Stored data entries
//! `energy stored at T`: what the whole circuit holds, J.

use pulsewright_circuit::formula::Side;
use pulsewright_circuit::{Expr, Formula, Probe};

use super::{Number, Reader, Sample};
use crate::waveform::Wave;

impl Reader<'_> {
    /// Just after the instant.
    pub(super) fn stored_at(&self, time: &Expr) -> Sample {
        self.stored(time, Side::After)
    }

    /// Just before the instant.
    pub(super) fn stored_just_before(&self, time: &Expr) -> Sample {
        self.stored(time, Side::Before)
    }

    fn stored(&self, time: &Expr, side: Side) -> Sample {
        let t = self.time(time)?;
        let wave = Wave::of(&Formula::Probe(Probe::EnergyStored), &self.record);
        let value = match side {
            Side::After => wave.after(t),
            Side::Before => wave.before(t),
        };
        Ok(Number::new(value, wave.largest()))
    }
}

■ **Task brief**: What you return should match every line above exactly.

■ **Exercise result**:
//! `energy stored at T`: what the whole circuit holds, J.

use pulsewright_circuit::formula::Side;
use pulsewright_circuit::{Expr, Formula, Probe};

use super::{Number, Reader, Sample};
use crate::waveform::Wave;

impl Reader<'_> {
    /// Just after the instant.
    pub(super) fn stored_at(&self, time: &Expr) -> Sample {
        self.stored(time, Side::After)
    }

    /// Just before the instant.
    pub(super) fn stored_just_before(&self, time: &Expr) -> Sample {
        self.stored(time, Side::Before)
    }

    fn stored(&self, time: &Expr, side: Side) -> Sample {
        let t = self.time(time)?;
        let wave = Wave::of(&Formula::Probe(Probe::EnergyStored), &self.record);
        let value = match side {
            Side::After => wave.after(t),
            Side::Before => wave.before(t),
        };
        Ok(Number::new(value, wave.largest()))
    }
}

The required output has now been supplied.